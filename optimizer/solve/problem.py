"""What the pick's models are built from (:class:`Problem`): the spec, the catalog, the linear
environment and limits, the option table, discrete block and value constants (built on first
use), and the least cost of four discrete parts the model admits.
"""

from __future__ import annotations

import math
from dataclasses import dataclass, field
from typing import TYPE_CHECKING

import numpy as np
from numpy.typing import NDArray

from ..catalog import Catalog
from ..design import Design, Placement
from ..spec import CmrrBasis, Spec
from .discrete import DiscreteBlock, build_discrete, least_cost, value_constants
from .environment import LinearEnvironment, linear_environment
from .halfgroups import Shared
from .limits import LOOSE_BUDGET, Limits, limits_for
from .options import (
    C_DELTA,
    OptionTable,
    build_options,
)

if TYPE_CHECKING:  # CP-SAT loads on first use: the exact enumerations never need it
    from ortools.sat.python import cp_model

    from .model import BuiltModel, ModelVariant

__all__ = [
    "FLOOR_SLACK",
    "Problem",
    "prepare",
]


#: Relative widening of the budget of ``Problem.discrete_cost_floor`` against the model's own
#: rounding of its budget and spreads to integer units (the model stays the looser of the two).
FLOOR_SLACK = 1e-6


@dataclass(frozen=True)
class _ModelParts:
    """The option table, discrete block and value constants of the CP-SAT model."""

    options: OptionTable
    block: DiscreteBlock
    constants: tuple[NDArray[np.float64], NDArray[np.float64], NDArray[np.float64]]


@dataclass(frozen=True)
class Problem:
    """Everything the model is built from (kept together for re-builds). The CP-SAT model's
    parts (options, discrete block, value constants) are built on first use: a pick served by
    the exact enumerations alone never needs them."""

    spec: Spec
    catalog: Catalog
    env: LinearEnvironment
    limits: Limits
    _parts: list[_ModelParts] = field(default_factory=list, compare=False, repr=False)
    shared: Shared = field(default_factory=Shared, compare=False, repr=False)
    """The exact enumerations' shared parts (:func:`prepare` keeps the half records only when
    the one-dual-two-discrete search will read them)."""

    def _model_parts(self) -> _ModelParts:
        if not self._parts:
            block = build_discrete(self.catalog, self.spec, self.env)
            self._parts.append(
                _ModelParts(
                    build_options(self.catalog, self.spec, self.env),
                    block,
                    value_constants(block, self.spec, self.env),
                )
            )
        return self._parts[0]

    @property
    def options(self) -> OptionTable:
        return self._model_parts().options

    @property
    def block(self) -> DiscreteBlock:
        return self._model_parts().block

    @property
    def constants(self) -> tuple[NDArray[np.float64], NDArray[np.float64], NDArray[np.float64]]:
        return self._model_parts().constants

    @property
    def built(self) -> bool:
        """Whether the CP-SAT model's parts have been built."""
        return bool(self._parts)

    def build(self, variant: ModelVariant) -> BuiltModel:
        from .model import build_model

        return build_model(
            self.options, self.block, self.spec, self.env, self.limits, variant, self.constants
        )

    def discrete_cost_floor(self) -> float:
        """A lower bound on the cost of every four-discrete design the CP-SAT model admits: at
        each of the model's mismatch vertices, the least cost of four classes whose spreads,
        at each position's least weight over its values, fit the model's budget
        (``discrete.least_cost``), the largest over the vertices; 0 where the budget is loose.
        Relative cost units: the parts and their placements (the model's per-placement stock
        penalty left out: the cost charges it per line) and one BOM line."""
        from .cpterms import extreme_vertices

        limits, block, spec = self.limits, self.block, self.spec
        yield_basis = spec.requirements.cmrr_basis is CmrrBasis.YIELD
        if not 0.0 < limits.cmrr_budget < LOOSE_BUDGET or (yield_basis and limits.z <= 0.0):
            return 0.0
        _, fraction, _ = self.constants
        usable = [block.usable(i) for i in range(4)]
        if not all(usable):
            return math.inf
        spread = block.var if yield_basis else block.own
        limit = limits.cmrr_budget / limits.z if yield_basis else limits.cmrr_budget
        budget = (limit**2 if yield_basis else limit) * (1.0 + FLOOR_SLACK)
        sides = extreme_vertices(self.env.vertices, spec.requirements.gain)
        cost = block.cost - block.penalty
        floor = 0.0
        for v in sorted(set(sides.delta_high + sides.delta_low)):
            f = np.array([fraction[block.value_indices(i), v, i].min() for i in range(4)])
            w = np.abs(C_DELTA) * f
            weights = w**2 if yield_basis else w
            floor = max(floor, least_cost(cost, spread, usable, weights, budget))
        return floor + spec.preferences.line_cost

    @property
    def size(self) -> int:
        return len(self.options) + sum(
            len(self.block.value_indices(i)) + len(self.block.usable(i)) for i in range(4)
        )

    def decode(
        self, solver: cp_model.CpSolver, built: BuiltModel
    ) -> tuple[list[cp_model.IntVar], Design]:
        """The chosen decision literals and the design they make."""
        chosen = [lit for lit in built.literals() if solver.boolean_value(lit)]
        slots: dict[int, Placement] = {}
        package_count: dict[str, int] = {}
        for i, lit in enumerate(built.x):
            if not solver.boolean_value(lit):
                continue
            recipe = built.options.makers[i]
            network = self.catalog.networks[recipe[0][2]]
            package = package_count.get(network.part_id, 0)
            package_count[network.part_id] = package + 1
            for position, _, _, element in recipe:
                slots[position] = Placement(f"R{position + 1}", network, element, package)
        for position in range(4):
            ks = [k for k, lit in built.value[position].items() if solver.boolean_value(lit)]
            cs = [c for c, lit in built.grade[position].items() if solver.boolean_value(lit)]
            if ks and cs:
                row = int(self.block.part_row[cs[0], ks[0]])
                slots[position] = Placement(f"R{position + 1}", self.catalog.discrete_part(row))
        design = Design((slots[0], slots[1], slots[2], slots[3]))
        return chosen, design


def prepare(spec: Spec, catalog: Catalog) -> Problem:
    """The environment and limits of the linear model; its options, discrete block and value
    constants follow on first use (:class:`Problem`)."""
    env = linear_environment(spec)
    return Problem(spec, catalog, env, limits_for(spec, env), shared=Shared())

--- TASK DIRECTIONS ---
Every line above in which the word "CmrrBasis" occurs needs to be copied.

--- WRITTEN RESPONSE ---
from ..spec import CmrrBasis, Spec
        yield_basis = spec.requirements.cmrr_basis is CmrrBasis.YIELD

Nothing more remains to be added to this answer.